Por fin Sara cumplió sus quince años. “Bueno, ya tienes edad suficiente para hacer tu visita a la superficie”, dijo su padre un poco entristecido; “por favor ten cuidado porque te
quiero mucho”.
Sara abrazó a su padre y dijo “adiós”, luego nadó tan ligera como una burbuja hacia la superficie del agua. El sol se acababa de poner cuando levantó su cabeza por encima de las
olas; pero las nubes estaban pintadas de oro y carmesí, y a través de la tenue luz del crepúsculo resplandecía la estrella de Venus en toda su belleza. Un gran barco flotaba tranquilamente en la
distancia, con solo una vela levantada; no soplaba la brisa, y los marineros se sentaban a descansar en la cubierta o entre las velas. Había música y canciones a bordo y, al llegar la oscuridad, cien
faroles de colores se prendieron brillando hermosamente en la noche.

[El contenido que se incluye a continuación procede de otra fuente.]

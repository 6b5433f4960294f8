"""Data for `fill`: values by field id, from CSV or JSON, or an analysis file."""

import json
import math
import os
import re
from collections.abc import Mapping
from dataclasses import dataclass, field
from pathlib import Path
from typing import Any

from sheetcal import units
from sheetcal.errors import BadInput
from sheetcal.inputs.analysis import AnalysisValue, parse_analysis
from sheetcal.inputs.table import NOT_DETERMINED, number, parse_table
from sheetcal.inputs.text import Faults, TextFile, read_text

COLUMNS = ("field", "value", "unit")
FIELD_ID = re.compile(r"(?:sheet|(?:sample|run|body)[1-9]\d*)\.[a-z][a-z0-9_]*(?:\[[1-9]\d*\])?")
Plain = float | int | str | bool | None


@dataclass(frozen=True, slots=True)
class DataValue:
    """What a data file says of one field: text as written, a number, a list of those, or None.

    `unit` is empty where the file leaves it to the field.
    """

    id: str
    value: Plain | list[Plain]
    unit: str
    where: str

    def number(self, unit: str) -> float:
        """The value as a number in the field's unit. Raises BadInput, naming file and line."""
        if isinstance(self.value, list):
            raise BadInput(self.where, f"{self.id}: a list", "one number", "Give one value.")
        return self._number(self.value, unit)

    def numbers(self, unit: str) -> list[float | None]:
        """The values of a series in the field's unit; None for an element without value. Raises BadInput."""
        values = self.value if isinstance(self.value, list) else [self.value]
        return [None if one is None else self._number(one, unit) for one in values]

    def _number(self, value: Plain, unit: str) -> float:
        try:
            if isinstance(value, str):
                return self._text(value.strip(), unit)
            if isinstance(value, bool) or value is None:
                raise BadInput(str(value).lower(), "is not a number", "a number", "Correct it.")
            return units.convert(float(value), self.unit or unit, unit)
        except BadInput as error:
            what = f"{self.id}: {error.where} {error.what}"
            raise BadInput(self.where, what, error.expected, error.do) from error

    def _text(self, value: str, unit: str) -> float:
        """Text is a plain number in the unit column's unit, or carries its own."""
        if value.lower() in NOT_DETERMINED:
            number(value)
        amount, own = units.split(value)
        if own is None:
            return units.convert(amount, self.unit or unit, unit)
        if self.unit:
            raise BadInput(f"'{value}'", f"has a unit beside the column's {self.unit}", "one unit", "Leave one out.")
        return units.quantity(value, unit)


@dataclass(frozen=True, slots=True)
class DataFile:
    """A data file as read: `values` by field id in file order, or the rows of an analysis file."""

    source: TextFile
    values: Mapping[str, DataValue] = field(default_factory=dict)
    analysis: tuple[AnalysisValue, ...] = ()


def read_data(path: str | os.PathLike[str]) -> DataFile:
    """The values of a data file. Raises BadInput or BadInputs with file and line.

    `.json` is an object of values by field id; `.csv` has the header `field,value,unit`, or is an
    analysis file. An id with an empty value leaves its reading as it is and is left out.
    """
    source = read_text(path)
    suffix = Path(path).suffix.lower()
    if suffix == ".json":
        return DataFile(source, _from_json(source))
    if suffix != ".csv":
        raise BadInput(source.where(), f"ends in '{suffix}'", ".csv or .json", "Rename or convert it.")
    if _looks_like_analysis(source):
        return DataFile(source, analysis=parse_analysis(source))
    return DataFile(source, _from_table(source))


def _looks_like_analysis(source: TextFile) -> bool:
    """True where the header has the columns of the analysis bench."""
    header = next((t for t in source.text.splitlines() if t.strip() and not t.startswith("#")), "")
    cells = {cell.strip() for cell in header.split(",")}
    return "quantity" in cells or ("sample" in cells and "field" not in cells)


def _from_table(source: TextFile) -> dict[str, DataValue]:
    table = parse_table(source, COLUMNS, ("field", "value"))
    faults = Faults(source)
    values: dict[str, DataValue] = {}
    for row in table.rows:
        _check_id(row["field"], row.line, values, faults)
        _check_unit(row["unit"], row.line, faults)
        value = row["value"]
        values.setdefault(row["field"], DataValue(row["field"], value or None, row["unit"], source.where(row.line)))
    if not table.rows:
        faults.add(None, "has a header and no rows", "a value a line", "Give the right file.")
    faults.close()
    return {name: one for name, one in values.items() if one.value is not None}


def _check_id(name: str, line: int, seen: Mapping[str, DataValue], faults: Faults) -> None:
    if not FIELD_ID.fullmatch(name):
        expected = "an id such as run1.crucible_gross"
        faults.add(line, f"'{name[:60]}' is not a field id", expected, "See `sheetcal fields FILE`.")
    elif name in seen:
        faults.add(line, f"{name} stands twice", "each field once", "Remove one.")


def _check_unit(unit: str, line: int, faults: Faults) -> None:
    if not unit:
        return
    try:
        units.parse(unit)
    except BadInput as error:
        faults.add_error(line, "unit", error)


def _from_json(source: TextFile) -> dict[str, DataValue]:
    try:
        document = json.loads(source.text, object_pairs_hook=_pairs, parse_constant=_no_constant)
    except json.JSONDecodeError as fault:
        do = "Correct the file."
        raise BadInput(source.where(fault.lineno), f"is not JSON ({fault.msg.lower()})", "", do) from fault
    except (ValueError, RecursionError) as fault:
        raise BadInput(source.where(), f"is not taken: {fault}", "finite numbers", "Correct the file.") from fault
    if not isinstance(document, _Object):
        raise BadInput(source.where(1), "holds no object", 'an object {"run1.crucible_gross": 11.8}', "Correct it.")
    return _json_values(source, document)


class _Object(list[tuple[str, Any]]):
    """The pairs of a JSON object, kept so that a repeated name is seen."""


def _pairs(pairs: list[tuple[str, Any]]) -> _Object:
    return _Object(pairs)


def _no_constant(text: str) -> None:
    raise ValueError(f"{text} is no number")


def _json_values(source: TextFile, pairs: _Object) -> dict[str, DataValue]:
    faults = Faults(source)
    values: dict[str, DataValue] = {}
    for name, value in pairs:
        line = _line_of(source.text, name)
        _check_id(name, line, values, faults)
        if not _plain(value):
            expected = "a number, a text, null, or a list of those"
            faults.add(
                line,
                f"{name[:60]} holds an object, a nested list or an infinite number",
                expected,
                "Correct it.",
            )
            continue
        values.setdefault(name, DataValue(name, value, "", source.where(line)))
    faults.close()
    return {name: one for name, one in values.items() if one.value is not None}


def _plain(value: Any) -> bool:
    """True for a value a field can hold."""
    if isinstance(value, _Object):
        return False
    if isinstance(value, list):
        return all(not isinstance(one, list) and _plain(one) for one in value)
    return not isinstance(value, float) or math.isfinite(value)


def _line_of(text: str, name: str) -> int:
    """The line on which a JSON name first stands; 1 where it is spelled with escapes."""
    found = text.find(json.dumps(name))
    return text.count("\n", 0, max(found, 0)) + 1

La sirenita nadó cerca a las ventanas de la cabina; de vez en cuando, cuando las olas la levantaban, podía ver a través de
los claros cristales de las ventanas, y veía en el interior varias personas bien vestidas. Había un joven príncipe entre ellos, el más apuesto de todos, con grandes ojos marrones; tenía dieciséis
años, y su cumpleaños era el motivo de toda la celebración.